:: Task inputs ::
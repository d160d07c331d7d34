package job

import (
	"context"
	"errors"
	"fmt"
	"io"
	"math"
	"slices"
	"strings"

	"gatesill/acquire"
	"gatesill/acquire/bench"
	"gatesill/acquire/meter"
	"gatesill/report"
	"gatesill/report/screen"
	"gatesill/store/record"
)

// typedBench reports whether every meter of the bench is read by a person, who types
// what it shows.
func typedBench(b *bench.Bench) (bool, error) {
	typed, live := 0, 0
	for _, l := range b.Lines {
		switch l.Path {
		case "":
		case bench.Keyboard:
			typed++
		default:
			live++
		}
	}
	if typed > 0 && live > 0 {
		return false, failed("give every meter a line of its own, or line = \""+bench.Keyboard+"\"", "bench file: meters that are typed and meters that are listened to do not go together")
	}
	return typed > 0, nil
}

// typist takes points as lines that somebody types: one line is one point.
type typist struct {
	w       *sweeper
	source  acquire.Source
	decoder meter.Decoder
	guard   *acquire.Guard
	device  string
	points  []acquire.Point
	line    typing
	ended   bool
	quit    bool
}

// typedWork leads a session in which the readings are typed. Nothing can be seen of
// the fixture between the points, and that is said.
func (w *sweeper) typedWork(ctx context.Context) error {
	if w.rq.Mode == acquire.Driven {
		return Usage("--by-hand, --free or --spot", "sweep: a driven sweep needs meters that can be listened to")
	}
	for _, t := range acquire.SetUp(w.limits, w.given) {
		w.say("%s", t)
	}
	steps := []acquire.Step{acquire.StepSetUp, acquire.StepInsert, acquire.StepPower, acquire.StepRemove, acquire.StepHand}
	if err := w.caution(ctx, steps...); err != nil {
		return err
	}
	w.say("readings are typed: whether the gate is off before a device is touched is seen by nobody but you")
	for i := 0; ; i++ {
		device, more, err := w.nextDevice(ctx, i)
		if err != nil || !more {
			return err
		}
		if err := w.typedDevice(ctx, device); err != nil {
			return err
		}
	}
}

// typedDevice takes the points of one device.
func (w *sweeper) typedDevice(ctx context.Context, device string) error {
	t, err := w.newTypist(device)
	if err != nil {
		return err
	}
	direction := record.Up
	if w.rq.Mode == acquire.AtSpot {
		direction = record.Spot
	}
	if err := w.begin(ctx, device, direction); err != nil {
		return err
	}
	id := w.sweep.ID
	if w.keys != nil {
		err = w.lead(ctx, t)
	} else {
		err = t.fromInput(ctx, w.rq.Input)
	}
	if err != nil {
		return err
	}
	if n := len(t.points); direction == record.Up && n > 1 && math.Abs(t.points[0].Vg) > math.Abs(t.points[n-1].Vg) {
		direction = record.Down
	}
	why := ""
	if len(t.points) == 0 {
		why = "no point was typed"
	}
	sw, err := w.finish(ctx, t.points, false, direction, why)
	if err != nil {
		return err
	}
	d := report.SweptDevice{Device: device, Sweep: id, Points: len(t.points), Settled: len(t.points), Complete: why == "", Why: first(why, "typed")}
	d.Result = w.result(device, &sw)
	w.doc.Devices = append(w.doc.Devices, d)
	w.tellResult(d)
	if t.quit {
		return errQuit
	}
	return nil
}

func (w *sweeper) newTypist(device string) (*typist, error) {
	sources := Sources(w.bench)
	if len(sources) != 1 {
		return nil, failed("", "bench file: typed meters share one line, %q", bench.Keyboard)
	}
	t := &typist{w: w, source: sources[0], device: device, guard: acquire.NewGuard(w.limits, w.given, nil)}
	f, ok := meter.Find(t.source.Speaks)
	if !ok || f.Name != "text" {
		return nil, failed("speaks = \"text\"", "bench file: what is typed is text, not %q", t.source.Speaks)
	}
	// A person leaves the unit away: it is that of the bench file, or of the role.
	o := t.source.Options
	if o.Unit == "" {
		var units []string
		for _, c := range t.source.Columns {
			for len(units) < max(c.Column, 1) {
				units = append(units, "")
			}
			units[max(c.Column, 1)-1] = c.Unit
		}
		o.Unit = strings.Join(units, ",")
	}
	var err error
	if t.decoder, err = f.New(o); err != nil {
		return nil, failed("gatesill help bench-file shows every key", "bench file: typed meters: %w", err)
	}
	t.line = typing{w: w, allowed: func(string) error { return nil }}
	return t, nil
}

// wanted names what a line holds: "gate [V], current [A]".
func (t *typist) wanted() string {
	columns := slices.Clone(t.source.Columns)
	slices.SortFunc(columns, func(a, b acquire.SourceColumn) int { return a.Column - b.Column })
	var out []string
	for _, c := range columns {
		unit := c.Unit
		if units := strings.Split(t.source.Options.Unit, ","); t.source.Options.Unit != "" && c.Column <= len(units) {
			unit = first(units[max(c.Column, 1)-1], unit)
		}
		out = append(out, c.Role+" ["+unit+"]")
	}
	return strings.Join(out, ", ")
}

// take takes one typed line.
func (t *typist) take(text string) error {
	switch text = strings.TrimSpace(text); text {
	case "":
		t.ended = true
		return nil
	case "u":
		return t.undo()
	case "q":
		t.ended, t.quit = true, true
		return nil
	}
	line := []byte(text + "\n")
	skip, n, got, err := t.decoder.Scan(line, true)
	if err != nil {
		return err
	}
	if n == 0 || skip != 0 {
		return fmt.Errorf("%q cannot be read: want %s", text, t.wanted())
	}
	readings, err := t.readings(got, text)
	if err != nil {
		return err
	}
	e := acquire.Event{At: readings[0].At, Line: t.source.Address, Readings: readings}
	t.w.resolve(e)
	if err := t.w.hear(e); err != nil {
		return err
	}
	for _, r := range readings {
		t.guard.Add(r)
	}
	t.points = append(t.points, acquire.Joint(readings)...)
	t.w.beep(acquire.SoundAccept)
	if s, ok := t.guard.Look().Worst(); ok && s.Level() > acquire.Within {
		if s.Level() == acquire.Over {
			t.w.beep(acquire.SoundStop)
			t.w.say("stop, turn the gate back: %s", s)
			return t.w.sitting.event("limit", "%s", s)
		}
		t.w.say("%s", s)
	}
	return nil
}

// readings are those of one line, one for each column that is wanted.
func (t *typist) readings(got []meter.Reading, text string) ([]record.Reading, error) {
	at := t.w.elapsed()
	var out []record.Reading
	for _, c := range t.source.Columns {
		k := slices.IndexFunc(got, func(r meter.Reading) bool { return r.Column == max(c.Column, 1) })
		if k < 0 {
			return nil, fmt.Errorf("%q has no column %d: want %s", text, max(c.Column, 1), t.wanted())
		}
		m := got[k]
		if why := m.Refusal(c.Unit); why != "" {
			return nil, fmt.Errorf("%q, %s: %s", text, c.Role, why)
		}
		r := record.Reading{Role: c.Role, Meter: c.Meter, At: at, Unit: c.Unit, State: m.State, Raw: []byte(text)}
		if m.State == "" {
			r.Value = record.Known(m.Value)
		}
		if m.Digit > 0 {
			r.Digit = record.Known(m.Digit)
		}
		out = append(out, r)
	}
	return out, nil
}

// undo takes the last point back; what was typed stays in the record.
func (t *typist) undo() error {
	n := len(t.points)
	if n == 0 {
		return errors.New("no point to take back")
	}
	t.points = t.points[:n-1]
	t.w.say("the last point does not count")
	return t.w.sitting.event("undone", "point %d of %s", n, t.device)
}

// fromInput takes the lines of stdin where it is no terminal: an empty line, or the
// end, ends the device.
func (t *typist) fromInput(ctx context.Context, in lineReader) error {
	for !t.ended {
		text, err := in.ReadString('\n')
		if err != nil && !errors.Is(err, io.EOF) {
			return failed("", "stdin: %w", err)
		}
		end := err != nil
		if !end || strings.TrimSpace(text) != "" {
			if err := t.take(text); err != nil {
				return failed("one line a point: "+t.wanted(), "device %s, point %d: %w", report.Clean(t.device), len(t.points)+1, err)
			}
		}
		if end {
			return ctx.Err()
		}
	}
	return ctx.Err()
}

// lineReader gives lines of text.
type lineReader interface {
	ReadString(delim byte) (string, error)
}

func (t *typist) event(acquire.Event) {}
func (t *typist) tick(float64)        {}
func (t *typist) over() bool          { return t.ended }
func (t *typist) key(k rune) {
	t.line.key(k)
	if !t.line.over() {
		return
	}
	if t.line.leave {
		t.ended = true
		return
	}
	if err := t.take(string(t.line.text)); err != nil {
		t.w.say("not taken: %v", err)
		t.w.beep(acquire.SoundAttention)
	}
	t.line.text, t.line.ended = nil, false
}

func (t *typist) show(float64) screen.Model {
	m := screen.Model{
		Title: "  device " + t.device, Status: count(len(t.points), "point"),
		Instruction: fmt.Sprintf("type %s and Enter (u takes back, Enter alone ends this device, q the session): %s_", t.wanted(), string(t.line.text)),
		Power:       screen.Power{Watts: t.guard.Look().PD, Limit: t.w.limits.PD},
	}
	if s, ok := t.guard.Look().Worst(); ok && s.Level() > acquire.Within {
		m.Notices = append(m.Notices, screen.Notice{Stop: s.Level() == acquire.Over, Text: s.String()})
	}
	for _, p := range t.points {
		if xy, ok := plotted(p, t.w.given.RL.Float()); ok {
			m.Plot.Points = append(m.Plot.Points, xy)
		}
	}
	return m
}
:::
Work to complete ▸ Find the count of lines in the data above where the string "sitting" occurs. Provide that number alone.

Response area ▸ 2